Americans in their late 50s or early 60s may have saved money for retirement, but they still fall short of a financially secure retirement. In fact, two-thirds of working households age 55-64 have retirement savings far below what they will need to maintain their standard of living in retirement.
According to a recent project by the Stanford Center on Longevity in collaboration with the Society of Actuaries, the answer is simple but powerful. Find a new work situation that addresses your specific work problems, pays you enough to cover your ongoing living expenses, and allows your current savings and Social Security benefits to continue growing.
The report shows that by using retirement savings to enable delaying Social Security benefits increases projected retirement incomes by up to 6%.
The reason delaying the start of Social Security benefits increases your projected retirement income is that the increase factors Social Security uses to adjust your benefits (called “delayed retirement credits”) are generous to retirees. So, many older workers will get a really good financial deal from Social Security if they can delay the start of benefits as long as possible.
One thing to consider here is lifespan. In generations past, life expectancy was a lot lower than today. Over the last 100 years, people have achieved impressive progress in health that has led to increases in life expectancy. In the United States, life expectancy was around 70 years old in 1970, as opposed to about 80 years old in 2011. As a result, people are outliving their projected retirement savings in today’s generation.
This thought should give you the enthusiasm and the motivation you need to take on the challenges of balancing your work, financial resources, retirement, and making a good plan that works for you for the rest of your life.
Five ways to avoid a shortfall:
Postpone retirement. Working another year or two may allow your savings to grow and reduces the number of years you'll be making withdrawals. You may get a larger Social Security check as well.
Work part-time during retirement. More and more Americans are still getting a regular paycheck during their retirement years. You don't have to stick with a 9-to-5 job, however. Many retirees supplement their income by turning a hobby into a part-time job.

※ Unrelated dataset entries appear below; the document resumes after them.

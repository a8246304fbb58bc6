"""Switch-on transient of a circuit: the inrush pulse of each lamp and of the circuit.

:func:`switch_on_transient` closes the circuit (its lamps behind their dimmer, or without
one) at one instant of the mains with every capacitor discharged and every inductor
current zero, and simulates the half cycle that follows with the project's
piecewise-linear solver (:class:`pqcalc.circuits.pwl.Engine`, exact within each segment).
The circuit's own loop impedance is a series source impedance: the supply's source
resistance and inductance (:class:`~pqcalc.circuits.spec.Supply`) plus the feeder and the
branch cable (``series_r_ohm``, ``series_l_h``: line and neutral together; see
:func:`cable_impedance`).

Of the first pulse (see :func:`pulse_figures`) it reports, per lamp and for the circuit:
the peak [A], the width at half peak [s] and the I²t [A²s]; breaker makers and the
lighting industry judge inrush by peak and width at half peak (common practice).

The dimmer is a closed switch of its on resistance while the capacitors charge: a wall
switch closed at the instant, or a leading-edge dimmer firing at it. :func:`worst_switch_deg`
gives the worst instant a dimmer allows: the crest (90 deg) where the switch can close
there, else the nearest instant it can close at (a leading edge set below 90 deg of
conduction fires after the crest). A front end with an inductor ahead of its capacitor
could in principle peak higher slightly off the crest; ``switch_deg`` takes any instant and
the checks show the crest is the worst for the models here.

Converters are not yet running during the pulse (their controllers start from the charged
capacitor, milliseconds later): the constant-power stage of ``bulk-cap`` and
``pwm-detect`` is locked out, the ``pfc`` stage draws nothing, a filament is cold
(``r_cold_ohm``).

Results support, and never replace, the breaker maker's data, the local electrical code and
the judgement of a licensed professional.
"""

from __future__ import annotations

from collections.abc import Sequence
from dataclasses import dataclass
from typing import Literal, get_args

import numpy as np

from ..errors import InputError
from .dimmers import build_dimmer, resolve_dimmer
from .drivers import build_group, resolve_params
from .network import CH_ONE, CH_SOURCE, Network
from .pwl import Engine, Source
from .spec import DimmerSpec, LoadGroup, Supply

__all__ = ["Pulse", "GroupInrush", "CircuitInrush", "CableImpedance", "Material", "MATERIALS",
           "switch_on_transient", "worst_switch_deg", "pulse_figures", "cable_impedance",
           "awg_area_mm2", "RESISTIVITY_20C_OHM_M", "ALPHA_20C_PER_K",
           "IEC60228_CLASS2_OHM_PER_KM", "CABLE_X_PER_CONDUCTOR_OHM_PER_M"]

#: the first pulse ends where the current has fallen to this fraction of its peak [-]
END_FRACTION = 0.01
#: ... or at a local minimum below this fraction of its peak (the pulse has decayed onto a
#: steady current) [-]
END_MINIMUM_FRACTION = 0.1


# ---------------------------------------------------------------------- pulse figures
@dataclass(frozen=True)
class Pulse:
    """The first inrush pulse of one current.

    Attributes
    ----------
    peak_a
        Largest absolute current [A].
    width_s
        Width at half peak [s]: the span around the peak where ``|i| >= peak_a / 2``.
    i2t_a2s
        Integral of ``i^2`` from the switch-on to the pulse's end [A²s].
    t_peak_s
        Time of the peak after the switch-on [s].
    duration_s
        From the switch-on to the pulse's end [s].
    """

    peak_a: float
    width_s: float
    i2t_a2s: float
    t_peak_s: float
    duration_s: float

    def scaled(self, k: float) -> Pulse:
        """The pulse of ``k`` identical pulses that coincide (``k`` times the current)."""
        return Pulse(self.peak_a * k, self.width_s, self.i2t_a2s * k * k, self.t_peak_s,
                     self.duration_s)


def _cross(t: np.ndarray, y: np.ndarray, a: int, b: int, level: float) -> float:
    """Time where ``y`` passes ``level`` between samples ``a`` and ``b`` (linear)."""
    ya, yb = y[a], y[b]
    if yb == ya:
        return float(t[b])
    return float(t[a] + (level - ya) / (yb - ya) * (t[b] - t[a]))


def pulse_figures(t_s: np.ndarray, i_a: np.ndarray) -> Pulse:
    """Peak, width at half peak and I²t of the first pulse of a sampled current.

    ``t_s`` starts at the switch-on (ascending, any spacing). The pulse is the first lobe
    (from the switch-on to the current's first change of sign); it ends at the first
    instant after the peak where the current changes sign, falls to ``END_FRACTION`` of the
    peak, or reaches a local minimum below ``END_MINIMUM_FRACTION`` of the peak (it has
    decayed onto a steady current), else at the record's end. Crossings are linear between
    samples; I²t is the trapezoid rule on ``i^2``. The peak between samples is refined by a
    parabola through the three samples around it (exact for a smooth peak to third order in
    the spacing).
    """
    t = np.asarray(t_s, dtype=float)
    i = np.asarray(i_a, dtype=float)
    if t.ndim != 1 or t.shape != i.shape or t.size < 3:
        raise InputError("pulse: expected matching 1-D time and current arrays of at least 3 "
                         "samples")
    if not (np.all(np.isfinite(t)) and np.all(np.isfinite(i))):
        raise InputError("pulse: the samples must be finite numbers")
    if np.any(np.diff(t) <= 0):
        raise InputError("pulse: the times must be strictly ascending")
    big = np.abs(i) > 1e-9 * float(np.max(np.abs(i)))
    if not big.any():
        return Pulse(0.0, 0.0, 0.0, 0.0, 0.0)
    first = int(np.argmax(big))
    sign = 1.0 if i[first] > 0 else -1.0
    y = sign * i  # the first lobe positive
    flip = np.nonzero(y[first:] < 0)[0]
    lobe_end = first + int(flip[0]) if flip.size else t.size
    k = first + int(np.argmax(y[first:lobe_end]))
    peak = float(y[k])
    t_peak = float(t[k])
    if peak <= 0:
        return Pulse(0.0, 0.0, 0.0, 0.0, 0.0)
    if 0 < k < t.size - 1:
        # parabola through the three samples around the peak (non-uniform spacing)
        x0, x1, x2 = t[k - 1] - t[k], 0.0, t[k + 1] - t[k]
        y0, y1, y2 = y[k - 1], y[k], y[k + 1]
        den = (x0 - x1) * (x0 - x2) * (x1 - x2)
        a = (x2 * (y1 - y0) + x1 * (y0 - y2) + x0 * (y2 - y1)) / den
        b = (x2 * x2 * (y0 - y1) + x1 * x1 * (y2 - y0) + x0 * x0 * (y1 - y2)) / den
        if a < 0:
            xv = -b / (2 * a)
            if x0 < xv < x2:
                peak = float(y1 + b * xv + a * xv * xv - (b * x1 + a * x1 * x1))
                t_peak = float(t[k] + xv)
    # the pulse's end
    end = t.size - 1
    for j in range(k + 1, t.size):
        if y[j] <= END_FRACTION * peak:
            end = j
            break
        if j + 1 < t.size and y[j] <= y[j - 1] and y[j] < y[j + 1] \
                and y[j] < END_MINIMUM_FRACTION * peak:
            end = j
            break
    t_end = float(t[end])
    if y[end] < 0:
        t_end = _cross(t, y, end - 1, end, 0.0)
    # the pulse's start: back from the peak to a sign change, or the switch-on
    start = 0
    for j in range(k - 1, -1, -1):
        if y[j] < 0:
            start = j + 1
            break
    t_start = float(t[start]) if start == 0 else _cross(t, y, start - 1, start, 0.0)
    # width at half peak
    half = 0.5 * peak
    lo = t_start
    for j in range(k, start, -1):
        if y[j - 1] < half <= y[j]:
            lo = _cross(t, y, j - 1, j, half)
            break
    hi = t_end
    for j in range(k, end):
        if y[j] >= half > y[j + 1]:
            hi = _cross(t, y, j, j + 1, half)
            break
    # I2t over the pulse (the positive part; a last partial cell up to a zero crossing)
    seg_t = t[start:end + 1].copy()
    seg_y = np.maximum(y[start:end + 1], 0.0)
    if y[end] < 0:
        seg_t[-1] = t_end
    i2t = float(np.sum(np.diff(seg_t) * 0.5 * (seg_y[:-1] ** 2 + seg_y[1:] ** 2)))
    return Pulse(peak, float(hi - lo), i2t, t_peak - float(t[0]), t_end - float(t[0]))


# ---------------------------------------------------------------------- results
@dataclass(frozen=True)
class GroupInrush:
    """The inrush of one lamp of a group switched on with the whole circuit."""

    group: LoadGroup
    pulse_one: Pulse  # one lamp's current (the group draws ``count`` times it)

    @property
    def pulse_group(self) -> Pulse:
        return self.pulse_one.scaled(self.group.count)


@dataclass(frozen=True)
class CircuitInrush:
    """The switch-on transient of one circuit.

    Attributes
    ----------
    switch_deg
        Instant of the switch-on [deg after the open-circuit voltage's positive-going zero
        crossing].
    loop_r_ohm, loop_l_h
        Series loop resistance [ohm] and inductance [H] used (supply + feeder + branch).
    groups
        Per group: the pulse of one lamp.
    circuit
        The pulse of the circuit's total current.
    t_s, i_a
        The total current sampled from the switch-on over half a cycle [s, A] (for plots).
    """

    switch_deg: float
    loop_r_ohm: float
    loop_l_h: float
    groups: tuple[GroupInrush, ...]
    circuit: Pulse
    t_s: np.ndarray
    i_a: np.ndarray


# ---------------------------------------------------------------------- the instant
def worst_switch_deg(dimmer: DimmerSpec | None = None) -> float:
    """The worst switch-on instant a dimmer allows [deg after the voltage's zero crossing].

    A switch that may close anywhere in the half cycle meets the crest (90 deg). A leading
    edge set to ``c`` deg of conduction fires at ``180 - c``: at the crest or, for
    ``c < 90``, after it (the largest voltage it can switch on). A trailing edge conducts
    from the zero crossing to ``c``: the crest, or ``c`` where ``c < 90``. A triac set by its
    knob (the angle not known before the solve) and no dimmer: the crest.
    """
    if dimmer is None or dimmer.kind == "none" or dimmer.conduction_deg is None:
        return 90.0
    c = float(dimmer.conduction_deg)
    if c <= 0:
        raise InputError("dimmer conduction_deg: a dimmer set to 0 deg never switches the "
                         "lamps on; no inrush to compute")
    if dimmer.kind == "leading-edge":
        return max(90.0, 180.0 - c)
    return min(90.0, c)


# ---------------------------------------------------------------------- the transient
def _samples(T: float) -> np.ndarray:
    """Sample times over half a cycle from the switch-on: a geometric grid from 1 ns (0.4 %
    relative spacing: resolves pulses down to microseconds) merged with a uniform one."""
    H = T / 2
    g = np.geomspace(1e-9, H, 4000)
    u = np.linspace(0.0, H, 5001)
    return np.unique(np.concatenate([[0.0], g, u]))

Save more in your plan. Step up your retirement savings while you're still working. Workers age 50 and older can make catch-up contributions to their employer plans beyond the normal contribution limits. If you're already saving the maximum allowed, open or add to an IRA or save money in a taxable account.
Tap into your home's equity. If you own your home, you could move into a less expensive home and add to your retirement savings. Or if you want to stay put, you could examine a reverse mortgage. Carefully consider the reverse mortgage's provisions, fees, and other costs if you go that route.
Reduce your expenses. You could make it a priority to pay off your mortgage before retirement. Or perhaps you could become a one-car family when you retire. Examine your budget carefully for opportunities to cut costs. Stay flexible and adjust.
Remember that no one method of creating retirement income is perfect and that many retirees change their approach as their circumstances change. If the market drops sharply, many retirees will instinctively tighten their belts, and take less from savings that year. Or a series of good returns on their investments might permit them to splurge a bit. All investing is subject to risk, including the possible loss of the money you invest.
Because there are so many factors that you can't control (such as market performance, the rate of inflation, and life expectancy), the more flexible you are the more likely it is that you can maintain a lifelong stream of retirement income.